Count up the lines below where the word "Limits" shows up, and respond with the number alone.

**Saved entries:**
● ● ● ●
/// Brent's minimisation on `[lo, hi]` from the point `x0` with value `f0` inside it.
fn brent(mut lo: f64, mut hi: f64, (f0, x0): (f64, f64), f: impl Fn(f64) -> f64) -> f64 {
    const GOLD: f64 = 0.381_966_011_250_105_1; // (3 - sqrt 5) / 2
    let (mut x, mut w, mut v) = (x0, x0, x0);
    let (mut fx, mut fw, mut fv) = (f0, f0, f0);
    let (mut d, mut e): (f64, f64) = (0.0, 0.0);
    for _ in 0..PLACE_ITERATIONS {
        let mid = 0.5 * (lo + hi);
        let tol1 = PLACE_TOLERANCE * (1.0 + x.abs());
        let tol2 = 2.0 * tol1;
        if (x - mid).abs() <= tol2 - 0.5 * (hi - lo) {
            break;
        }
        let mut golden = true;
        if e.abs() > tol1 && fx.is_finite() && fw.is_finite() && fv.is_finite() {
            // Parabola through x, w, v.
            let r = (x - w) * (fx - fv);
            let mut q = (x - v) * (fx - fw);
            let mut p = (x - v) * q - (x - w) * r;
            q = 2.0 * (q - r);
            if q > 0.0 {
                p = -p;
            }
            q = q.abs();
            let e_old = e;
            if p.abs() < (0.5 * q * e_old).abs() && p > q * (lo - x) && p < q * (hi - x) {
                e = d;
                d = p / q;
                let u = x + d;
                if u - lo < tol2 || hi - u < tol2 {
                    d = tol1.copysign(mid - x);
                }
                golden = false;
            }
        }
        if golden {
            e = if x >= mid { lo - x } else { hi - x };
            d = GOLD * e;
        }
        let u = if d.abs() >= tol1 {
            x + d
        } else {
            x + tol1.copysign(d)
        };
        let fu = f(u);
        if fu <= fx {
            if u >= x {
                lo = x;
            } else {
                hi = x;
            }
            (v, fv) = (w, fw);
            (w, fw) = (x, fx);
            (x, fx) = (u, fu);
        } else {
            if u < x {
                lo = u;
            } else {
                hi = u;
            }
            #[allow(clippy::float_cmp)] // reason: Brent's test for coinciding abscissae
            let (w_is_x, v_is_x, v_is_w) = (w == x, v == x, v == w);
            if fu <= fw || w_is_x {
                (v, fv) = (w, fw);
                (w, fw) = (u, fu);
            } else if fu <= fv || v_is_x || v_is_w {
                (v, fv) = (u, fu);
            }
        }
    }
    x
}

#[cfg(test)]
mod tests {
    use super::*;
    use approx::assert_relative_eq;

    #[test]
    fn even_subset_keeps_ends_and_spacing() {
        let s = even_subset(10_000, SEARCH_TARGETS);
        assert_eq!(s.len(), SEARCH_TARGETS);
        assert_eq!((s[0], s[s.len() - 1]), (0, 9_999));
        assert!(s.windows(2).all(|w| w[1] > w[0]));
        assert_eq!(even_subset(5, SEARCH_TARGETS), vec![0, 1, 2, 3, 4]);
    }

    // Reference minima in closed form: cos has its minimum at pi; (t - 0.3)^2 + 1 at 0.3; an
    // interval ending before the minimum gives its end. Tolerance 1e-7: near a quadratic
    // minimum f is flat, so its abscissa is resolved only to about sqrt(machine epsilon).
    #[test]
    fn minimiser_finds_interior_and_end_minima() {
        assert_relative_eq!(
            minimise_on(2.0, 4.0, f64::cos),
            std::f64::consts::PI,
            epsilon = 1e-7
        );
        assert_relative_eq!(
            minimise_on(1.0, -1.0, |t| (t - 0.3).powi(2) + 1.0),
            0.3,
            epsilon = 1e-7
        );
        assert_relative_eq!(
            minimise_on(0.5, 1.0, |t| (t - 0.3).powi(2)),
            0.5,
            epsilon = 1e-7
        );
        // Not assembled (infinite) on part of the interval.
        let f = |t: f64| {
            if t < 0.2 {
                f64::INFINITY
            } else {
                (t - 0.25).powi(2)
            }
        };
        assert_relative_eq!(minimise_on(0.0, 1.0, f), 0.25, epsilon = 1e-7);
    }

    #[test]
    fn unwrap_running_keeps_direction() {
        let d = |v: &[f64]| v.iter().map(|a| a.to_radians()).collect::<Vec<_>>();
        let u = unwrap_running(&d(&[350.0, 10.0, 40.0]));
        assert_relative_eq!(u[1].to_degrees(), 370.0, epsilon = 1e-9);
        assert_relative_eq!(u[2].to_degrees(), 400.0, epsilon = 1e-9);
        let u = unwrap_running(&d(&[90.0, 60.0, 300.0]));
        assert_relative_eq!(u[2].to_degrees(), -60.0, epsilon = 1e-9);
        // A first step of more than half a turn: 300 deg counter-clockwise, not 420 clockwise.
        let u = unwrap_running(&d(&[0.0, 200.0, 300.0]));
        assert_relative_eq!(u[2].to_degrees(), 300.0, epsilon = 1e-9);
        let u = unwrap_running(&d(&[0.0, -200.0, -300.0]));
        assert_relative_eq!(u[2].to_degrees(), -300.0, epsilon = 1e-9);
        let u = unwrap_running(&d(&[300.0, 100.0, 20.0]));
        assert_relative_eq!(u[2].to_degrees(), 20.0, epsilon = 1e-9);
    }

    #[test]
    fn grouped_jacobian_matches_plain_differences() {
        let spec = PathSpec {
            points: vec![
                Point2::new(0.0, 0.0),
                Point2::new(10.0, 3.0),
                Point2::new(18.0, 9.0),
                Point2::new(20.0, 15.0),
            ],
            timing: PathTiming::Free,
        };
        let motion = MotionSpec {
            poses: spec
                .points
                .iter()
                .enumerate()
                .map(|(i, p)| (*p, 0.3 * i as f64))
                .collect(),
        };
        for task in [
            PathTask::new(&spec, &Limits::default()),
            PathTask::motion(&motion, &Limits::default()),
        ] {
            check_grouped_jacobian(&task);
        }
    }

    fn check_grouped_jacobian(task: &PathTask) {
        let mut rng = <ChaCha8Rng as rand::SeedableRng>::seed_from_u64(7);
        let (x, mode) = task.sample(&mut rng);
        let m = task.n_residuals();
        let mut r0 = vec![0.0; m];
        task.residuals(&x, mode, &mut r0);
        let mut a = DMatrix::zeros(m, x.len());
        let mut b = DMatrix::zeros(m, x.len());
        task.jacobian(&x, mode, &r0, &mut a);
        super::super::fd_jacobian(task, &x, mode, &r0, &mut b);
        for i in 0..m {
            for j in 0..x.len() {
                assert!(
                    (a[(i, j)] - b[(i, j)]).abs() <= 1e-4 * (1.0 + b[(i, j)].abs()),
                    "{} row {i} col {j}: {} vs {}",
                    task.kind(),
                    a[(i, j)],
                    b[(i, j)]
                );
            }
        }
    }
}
● ● ● ●
**Problem solution:** 2